Task requirements:
Write out again, exactly, the lines below starting at the one with "export async function listOpenFlags(db: Db, studyId: string)" and ending at the one with "creamMm?: number".

Data excerpts:

*** Block opens ***

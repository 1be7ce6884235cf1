import type { ProtocolPlan } from '@/lib/protocol/schema'
import { addDays, spokenDay } from './calendar'
import { plannedJars, type TakenBatches } from './jars'
import { pullsOf } from './pulls'
import { counted, numberWord } from './words'
import { mondayOf, whyClosed, type LabCalendar } from './working-days'

export const stationKinds = ['temperature', 'freeze-thaw', 'transport'] as const
export type StationKind = (typeof stationKinds)[number]

/** Jars to measure on one day: how many, at what kind of station, and whether they are opened. */
export type DueJars = { day: string; kind: StationKind; asks: 'watch' | 'measuring'; jars: number }

export type WorkloadWeek = {
  monday: string
  jars: number
  watch: number
  measuring: number
  byKind: Record<StationKind, number>
  /** Days of the week on which nobody is there although the lab works on that weekday. */
  holidays: { day: string; name: string }[]
}
export type Workload = { today: string; late: number; weeks: WorkloadWeek[] }

export const weeksAhead = 26

/**
 * Jars to measure in each week from this one on. What was planned before today and is not read is late, and stands
 * beside the weeks: it is work of this week on top of what this week brings. Jars are counted, never minutes.
 */
export function workloadOf(
  due: DueJars[],
  calendar: LabCalendar,
  today: string,
  count = weeksAhead,
): Workload {
  const first = mondayOf(today)
  const weeks = Array.from({ length: count }, (_, at): WorkloadWeek => {
    const monday = addDays(first, 7 * at)
    return {
      monday,
      jars: 0,
      watch: 0,
      measuring: 0,
      byKind: { temperature: 0, 'freeze-thaw': 0, transport: 0 },
      holidays: holidaysIn(monday, calendar),
    }
  })
  const weekAt = new Map(weeks.map((week) => [week.monday, week]))
  let late = 0
  for (const { day, kind, asks, jars } of due) {
    if (day < today) {
      late += jars
      continue
    }
    const week = weekAt.get(mondayOf(day))
    if (!week) continue
    week.jars += jars
    week[asks] += jars
    week.byKind[kind] += jars
  }
  return { today, late, weeks }
}

function holidaysIn(monday: string, calendar: LabCalendar): { day: string; name: string }[] {
  const sunday = addDays(monday, 6)
  return calendar.holidays.filter(
    ({ day }) => day >= monday && day <= sunday && whyClosed({ ...calendar, holidays: [] }, day) === null,
  )
}

/** What a study that starts on this day will ask of the lab, day by day: of a batch that takes turns only in its own. */
export function dueOfPlan(
  plan: ProtocolPlan,
  { batchIds, referenceIds }: TakenBatches,
  startedOn: string,
  calendar: LabCalendar,
): DueJars[] {
  const days = plan.stations.map(
    (station) =>
      new Map(
        pullsOf(station, startedOn, plan.endWeeks, calendar).map((pull) => [pull.timeWeeks, pull.dueOn]),
      ),
  )
  return plannedJars(plan, batchIds, referenceIds).flatMap(({ position, kind, weeks }) =>
    position === null
      ? []
      : weeks.map((week) => ({
          day: days[position]!.get(week)!,
          kind: plan.stations[position]!.kind,
          asks: kind === 'watch' ? ('watch' as const) : ('measuring' as const),
          jars: 1,
        })),
  )
}

/** The fullest week of those that the study adds to; null where it adds to none of them. */
export function fullestChanged(before: Workload, after: Workload) {
  const changed = after.weeks
    .map((week, at) => ({ monday: week.monday, jars: week.jars, instead: before.weeks[at]!.jars }))
    .filter(({ jars, instead }) => jars !== instead)
  return changed.toSorted((a, b) => b.jars - a.jars || a.monday.localeCompare(b.monday))[0] ?? null
}

/** "week of 2 Mar: 48 jars instead of 21" */
export function changeText({ monday, jars, instead }: { monday: string; jars: number; instead: number }) {
  return `week of ${spokenDay(monday, false)}: ${counted(jars, 'jar')} instead of ${instead === 0 ? 'none' : numberWord(instead)}`
}

export function fullestWeek({ weeks }: Workload): WorkloadWeek | null {
  const fullest = weeks.toSorted((a, b) => b.jars - a.jars)[0]
  return fullest && fullest.jars > 0 ? fullest : null
}
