import { driftTopic, instrumentDayTopic } from './drift'
import { centrifugeTopic, dropletsTopic, jarPlanTopic, phaseFractionTopic, settlingTopic } from './emulsion'
import { acceleratedAgeTopic, arrheniusTopic, mktTopic } from './heat'
import {
  bufferPhTopic,
  colourTopic,
  phSlopeTopic,
  separationCurveTopic,
  separationTopic,
  viscosityTopic,
} from './measures'
import { extrapolationCapTopic, outlierTopic, regressionTopic, shelfLifeTopic } from './statistics'
import type { Topic } from './topic'

export const topics: readonly Topic[] = [
  regressionTopic,
  shelfLifeTopic,
  extrapolationCapTopic,
  mktTopic,
  arrheniusTopic,
  acceleratedAgeTopic,
  viscosityTopic,
  phSlopeTopic,
  bufferPhTopic,
  separationTopic,
  separationCurveTopic,
  colourTopic,
  phaseFractionTopic,
  dropletsTopic,
  centrifugeTopic,
  settlingTopic,
  outlierTopic,
  driftTopic,
  instrumentDayTopic,
  jarPlanTopic,
]
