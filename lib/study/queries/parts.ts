import { sql, type RawBuilder } from 'kysely'
import type { Db } from '@/lib/db/client'
import type { Mishap } from '@/lib/jar/rules/mishap'
import type { SeenLayers } from '@/lib/reading/rules/layers-words'
import { meanKineticTemperature } from '@/lib/science/mean-kinetic-temperature'
import { hoursOfEntries } from '@/lib/science/temperature-log'
import type { SeriesFinding, Standing } from '@/lib/science/series'

/** What happened to jars besides being read, in the order in which it happened. */
export function mishapsWhere(condition: RawBuilder<unknown>) {
  return sql<Mishap[]>`(select coalesce(jsonb_agg(jsonb_build_object('kind', m.kind, 'code', its.code,
      'reason', m.reason, 'by', who.initials, 'at', m.happened_at) order by m.happened_at, m.id), '[]')
    from jar_mishap m join jar its on its.id = m.jar_id join person who on who.id = m.recorded_by
    where ${condition})`.as('mishaps')
}

// The parts that the pages of a study share; each is one statement whatever the study's size.

/** Every jar that a pull asks for, with what became of it. */
export async function listStudyPullJars(db: Db, studyId: string) {
  return db
    .selectFrom('pullJar')
    .innerJoin('pull', 'pull.id', 'pullJar.pullId')
    .innerJoin('jar', 'jar.id', 'pullJar.jarId')
    .leftJoin('person as opener', 'opener.id', 'pullJar.openedBy')
    .select([
      'pullJar.id',
      'pullJar.asks',
      'pullJar.state',
      'pullJar.missedReason',
      'pullJar.closedAt',
      'pull.id as pullId',
      'pull.studyStationId',
      'pull.timeWeeks',
      'pull.label',
      'pull.dueOn',
      'pull.windowFrom',
      'pull.windowTo',
      'jar.code',
      'jar.batchId',
      'jar.state as jarState',
      'opener.initials as openedBy',
    ])
    .select(mishapsWhere(sql`m.pull_jar_id = pull_jar.id`))
    .where('pullJar.studyId', '=', studyId)
    .orderBy('pull.timeWeeks')
    .orderBy('pullJar.asks', 'desc')
    .orderBy('jar.code')
    .execute()
}
export type PullJarRow = Awaited<ReturnType<typeof listStudyPullJars>>[number]

export async function listStudySeries(db: Db, studyId: string) {
  const rows = await db
    .selectFrom('series')
    .innerJoin('batch', 'batch.id', 'series.batchId')
    .select([
      'series.batchId',
      'batch.code as batchCode',
      'series.studyStationId',
      'series.attribute',
      'series.used',
      'series.outSinceWeeks',
      'series.leavesAtWeeks',
      'series.latestValue',
      'series.latestWeeks',
    ])
    .select((eb) => [
      eb.ref('series.standing').$castTo<Standing>().as('standing'),
      eb.ref('series.finding').$castTo<SeriesFinding>().as('finding'),
    ])
    .where('series.studyId', '=', studyId)
    .orderBy('series.attribute')
    .execute()
  return rows
}
export type SeriesRow = Awaited<ReturnType<typeof listStudySeries>>[number]

export async function listOpenFlags(db: Db, studyId: string) {
  return db
    .selectFrom('flag')
    .select(['id', 'number', 'batchId', 'studyStationId', 'attribute', 'rule', 'level', 'atWeeks'])
    .select(['sentence', 'state', 'raisedAt'])
    .where('studyId', '=', studyId)
    .where('state', '=', 'open')
    .orderBy('number')
    .execute()
}
export type OpenFlag = Awaited<ReturnType<typeof listOpenFlags>>[number]

export type ReadingDetail = SeenLayers & {
  topMm?: number
  bottomMm?: number
  torquePercent?: number
  spindle?: string
  rpm?: number
  grossG?: number
  creamMm?: number
  isEstimate?: boolean
}

/** What counts: readings that nothing superseded and that are not void. */
export async function listCurrentReadings(db: Db, studyId: string) {
  return db
    .selectFrom('reading')
    .leftJoin('pullJar', 'pullJar.id', 'reading.pullJarId')
    .innerJoin('person', 'person.id', 'reading.recordedBy')
    .select([
      'reading.id',
      'reading.batchId',
      'reading.studyStationId',
      'reading.attribute',
      'reading.replicate',
      'reading.value',
      'reading.measuredAt',
      'pullJar.pullId',
      'reading.pullJarId',
      'person.initials as readBy',
    ])
    .select((eb) => eb.ref('reading.detail').$castTo<ReadingDetail>().as('detail'))
    .where('reading.studyId', '=', studyId)
    .where('reading.isVoid', '=', false)
    .where((eb) =>
      eb.not(
        eb.exists(
          eb
            .selectFrom('reading as newer')
            .select('newer.id')
            .whereRef('newer.supersedesId', '=', 'reading.id'),
        ),
      ),
    )
    .orderBy('reading.measuredAt')
    .orderBy('reading.replicate')
    .execute()
}
export type CurrentReading = Awaited<ReturnType<typeof listCurrentReadings>>[number]

/** Mean temperature that each of the study's stations has had while it has run, wherever its jars stood. */
export async function listStationMeans(db: Db, studyId: string) {
  const rows = await db
    .selectFrom('studyStation')
    .innerJoin('studyStationStay as stay', 'stay.studyStationId', 'studyStation.id')
    .innerJoin('stationTemperature', 'stationTemperature.stationId', 'stay.stationId')
    .select('studyStation.id')
    .select([
      sql<number[]>`jsonb_agg(extract(epoch from station_temperature.measured_at) order by measured_at)`.as(
        'seconds',
      ),
      sql<number[]>`jsonb_agg(station_temperature.temperature_c order by measured_at)`.as('temperaturesC'),
    ])
    .where('studyStation.studyId', '=', studyId)
    .whereRef('stationTemperature.measuredAt', '>=', 'stay.fromAt')
    .where(sql<boolean>`station_temperature.measured_at < coalesce(stay.until_at, 'infinity')`)
    .groupBy('studyStation.id')
    .execute()
  return rows.map(({ id, seconds, temperaturesC }) => ({
    id,
    meanC: meanKineticTemperature(temperaturesC, hoursOfEntries(seconds.map((s) => s / 3600))).meanC,
  }))
}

*** Block closes ***

Response box:
export async function listOpenFlags(db: Db, studyId: string) {
  return db
    .selectFrom('flag')
    .select(['id', 'number', 'batchId', 'studyStationId', 'attribute', 'rule', 'level', 'atWeeks'])
    .select(['sentence', 'state', 'raisedAt'])
    .where('studyId', '=', studyId)
    .where('state', '=', 'open')
    .orderBy('number')
    .execute()
}
export type OpenFlag = Awaited<ReturnType<typeof listOpenFlags>>[number]

export type ReadingDetail = SeenLayers & {
  topMm?: number
  bottomMm?: number
  torquePercent?: number
  spindle?: string
  rpm?: number
  grossG?: number
  creamMm?: number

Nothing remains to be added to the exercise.